*EXERCISE DETAILS:* Output only the lines below from the one containing "from labplan.operations.state import" to the one containing "def make_backup(path: Path, *, force: bool", exactly as written, both ends kept.

*MATERIAL TO PROCESS:*
^^^^^^^^^^^^^^^^
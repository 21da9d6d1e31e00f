"""What a database holds and how far its tables are: asked before anything is done to it."""

from collections.abc import Callable, Iterable
from dataclasses import dataclass

from django.apps import apps
from django.core.management import call_command
from django.db import DEFAULT_DB_ALIAS, connections, models
from django.db.backends.base.base import BaseDatabaseWrapper
from django.db.migrations.executor import MigrationExecutor
from django.db.migrations.loader import MigrationLoader

from inventory.services.verify import verify_ledger
from labplan.operations.errors import OperationRefused
from labplan.procedures.services import verify_documents

Migration = tuple[str, str]
# without these a file is somebody else's
FIRST_MIGRATIONS = {("base", "0001_initial"), ("inventory", "0001_initial")}


@dataclass(frozen=True)
class Counts:
    """How much there is, for the operator to compare."""

    bottles: int
    movements: int
    documents: int

    def __str__(self) -> str:
        return f"{self.bottles} bottles, {self.movements} movements, {self.documents} documents"


def stored_models() -> list[type[models.Model]]:
    """Every model with a table of its own, those of many-to-many fields too."""
    return [
        model
        for model in apps.get_models(include_auto_created=True)
        if model._meta.managed and not model._meta.proxy
    ]


def table_of(label: str) -> str:
    return apps.get_model(label)._meta.db_table


def count_all(ask: Callable[[str], int]) -> Counts:
    """Count by SQL that `ask` runs, on whatever connection it has."""
    labels = ("inventory.Bottle", "inventory.Movement", "procedures.Document")
    return Counts(*(ask(f'SELECT count(*) FROM "{table_of(label)}"') for label in labels))


def tables_with_rows(database: BaseDatabaseWrapper) -> list[str]:
    """The tables of labplan that are there and hold anything."""
    present = set(database.introspection.table_names())
    wanted = sorted({model._meta.db_table for model in stored_models()} & present)
    with database.cursor() as cursor:
        return [table for table in wanted if _has_rows(cursor, table)]


def _has_rows(cursor, table: str) -> bool:  # type: ignore[no-untyped-def]
    cursor.execute(f'SELECT 1 FROM "{table}" LIMIT 1')
    return cursor.fetchone() is not None


def foreign_tables(database: BaseDatabaseWrapper) -> list[str]:
    """Tables that are none of labplan's."""
    ours = {model._meta.db_table for model in stored_models()} | {"django_migrations"}
    return sorted(set(database.introspection.table_names()) - ours)


def require_known_migrations(applied: Iterable[Migration], *, what: str) -> None:
    """Refuse what a newer labplan has made."""
    unknown = sorted(set(applied) - set(MigrationLoader(None).disk_migrations))
    if unknown:
        names = ", ".join(f"{app}.{name}" for app, name in unknown)
        raise OperationRefused(
            f"{what} was made by a newer labplan: this one does not know {names}. Upgrade labplan "
            "first, then try again."
        )


def require_labplans(applied: Iterable[Migration], *, what: str) -> None:
    """Refuse what is not labplan's, and what a newer labplan has made."""
    applied = list(applied)
    if not FIRST_MIGRATIONS.issubset(applied):
        raise OperationRefused(f"{what} is no database of labplan: its tables are not there.")
    require_known_migrations(applied, what=what)


def has_tables_to_make() -> bool:
    """Whether the default database is behind this code."""
    executor = MigrationExecutor(connections[DEFAULT_DB_ALIAS])
    return bool(executor.migration_plan(executor.loader.graph.leaf_nodes()))


def make_tables() -> None:
    """Bring the default database up to this code, and see that it has every column."""
    call_command("migrate", verbosity=0, interactive=False)
    require_all_columns(connections[DEFAULT_DB_ALIAS])


def require_all_columns(database: BaseDatabaseWrapper) -> None:
    """Refuse tables that only claim to be as new as this code."""
    missing: list[str] = []
    present = set(database.introspection.table_names())
    with database.cursor() as cursor:
        for model in stored_models():
            table = model._meta.db_table
            found = set()
            if table in present:
                rows = database.introspection.get_table_description(cursor, table)
                found = {row.name for row in rows}
            wanted = {field.column for field in model._meta.local_concrete_fields}
            missing += [f"{table}.{column}" for column in sorted(wanted - found)]
    if missing:
        raise OperationRefused(
            "The tables do not fit this labplan; missing: " + ", ".join(missing) + ". Use the "
            "version that made them."
        )


@dataclass(frozen=True)
class Health:
    """What the two checks of the default database found."""

    counts: Counts
    faults: tuple[str, ...]


def check_health() -> Health:
    """Re-add every book and hash every document."""
    ledger, documents = verify_ledger(), verify_documents()
    faults = [f"{f.bottle}, {f.where}: {f.detail}" for f in ledger.faults]
    faults += [f"{f.procedure}, {f.where}: {f.detail}" for f in documents.faults]
    return Health(
        Counts(ledger.bottles, ledger.movements, documents.documents),
        tuple(faults),
    )
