"""Keep a copy of the database in one file."""

import os
import sqlite3
from dataclasses import dataclass
from pathlib import Path

from django.db import connection, transaction

from labplan.operations import files, postgres_programs, sqlite_file
from labplan.operations.errors import OperationRefused
from labplan.operations.files import Progress
from labplan.operations.state import Counts, count_all


@dataclass(frozen=True)
class Backup:
    """A finished backup."""

    path: Path
    size_bytes: int
    sha256: str
    counts: Counts


def make_backup(path: Path, *, force: bool = False, progress: Progress) -> Backup:
    """Write one consistent state to `path`, while labplan works on.

    The file appears whole or not at all, readable by its owner only. Raises OperationRefused;
    nothing is left behind then, and what was at `path` is still there. Safe to repeat.
    """
    _require_free(path, force=force)
    if connection.vendor == "postgresql":
        _require_pg_dump(path)
    with files.draft_beside(path) as draft:
        try:
            copy = _copy_sqlite if connection.vendor == "sqlite" else _copy_postgresql
            counts = copy(draft, progress)
            size, digest = draft.stat().st_size, files.hash_file(draft)
            _require_free(path, force=force)
            files.put_in_place(draft, path)
        except (OSError, sqlite3.OperationalError) as error:
            raise OperationRefused(f"{path} could not be written: {error}.") from error
        except sqlite3.DatabaseError as error:
            raise OperationRefused(f"The database is damaged: {error}.") from error
    return Backup(path, size, digest, counts)


def _require_free(path: Path, *, force: bool) -> None:
    if not path.parent.is_dir():
        raise OperationRefused(f"There is no folder {path.parent}.")
    if not os.access(path.parent, os.W_OK | os.X_OK):
        raise OperationRefused(f"The folder {path.parent} cannot be written.")
    if not path.exists():
        return
    if not path.is_file():
        raise OperationRefused(f"{path} is not a file.")
    if connection.vendor == "sqlite" and path.samefile(connection.settings_dict["NAME"]):
        raise OperationRefused(f"{path} is the database itself; name another file.")
    if not force:
        raise OperationRefused(f"{path} is there already; name another file, or give --force.")


def _require_pg_dump(path: Path) -> None:
    address = postgres_programs.address_of(connection)
    postgres_programs.find_program("pg_dump", postgres_programs.dump_command(address, path))


def _copy_sqlite(draft: Path, progress: Progress) -> Counts:
    source = Path(connection.settings_dict["NAME"])
    if not source.exists() or not sqlite_file.applied_migrations(source):
        raise OperationRefused("There is no database yet: run 'manage.py migrate' first.")
    sqlite_file.copy_state(source, draft, progress)
    sqlite_file.require_sound(draft, what="The database")
    with sqlite_file.opened(draft) as copy:
        return count_all(lambda sql: copy.execute(sql).fetchone()[0])


def _copy_postgresql(draft: Path, progress: Progress) -> Counts:
    """pg_dump reads the state that this transaction sees, so that the counts are the file's."""
    with transaction.atomic(durable=True), connection.cursor() as cursor:
        cursor.execute("SET TRANSACTION ISOLATION LEVEL REPEATABLE READ, READ ONLY")

        def ask(sql: str):  # type: ignore[no-untyped-def]
            cursor.execute(sql)
            return cursor.fetchone()[0]

        counts = count_all(ask)
        snapshot = ask("SELECT pg_export_snapshot()")
        address = postgres_programs.address_of(connection)
        command = postgres_programs.dump_command(address, draft, snapshot=snapshot)
        postgres_programs.run_program("pg_dump", command, connection)
    return counts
^^^^^^^^^^^^^^^^
*OUTPUT FOR THIS TASK:*
from labplan.operations.state import Counts, count_all


@dataclass(frozen=True)
class Backup:
    """A finished backup."""

    path: Path
    size_bytes: int
    sha256: str
    counts: Counts


def make_backup(path: Path, *, force: bool = False, progress: Progress) -> Backup:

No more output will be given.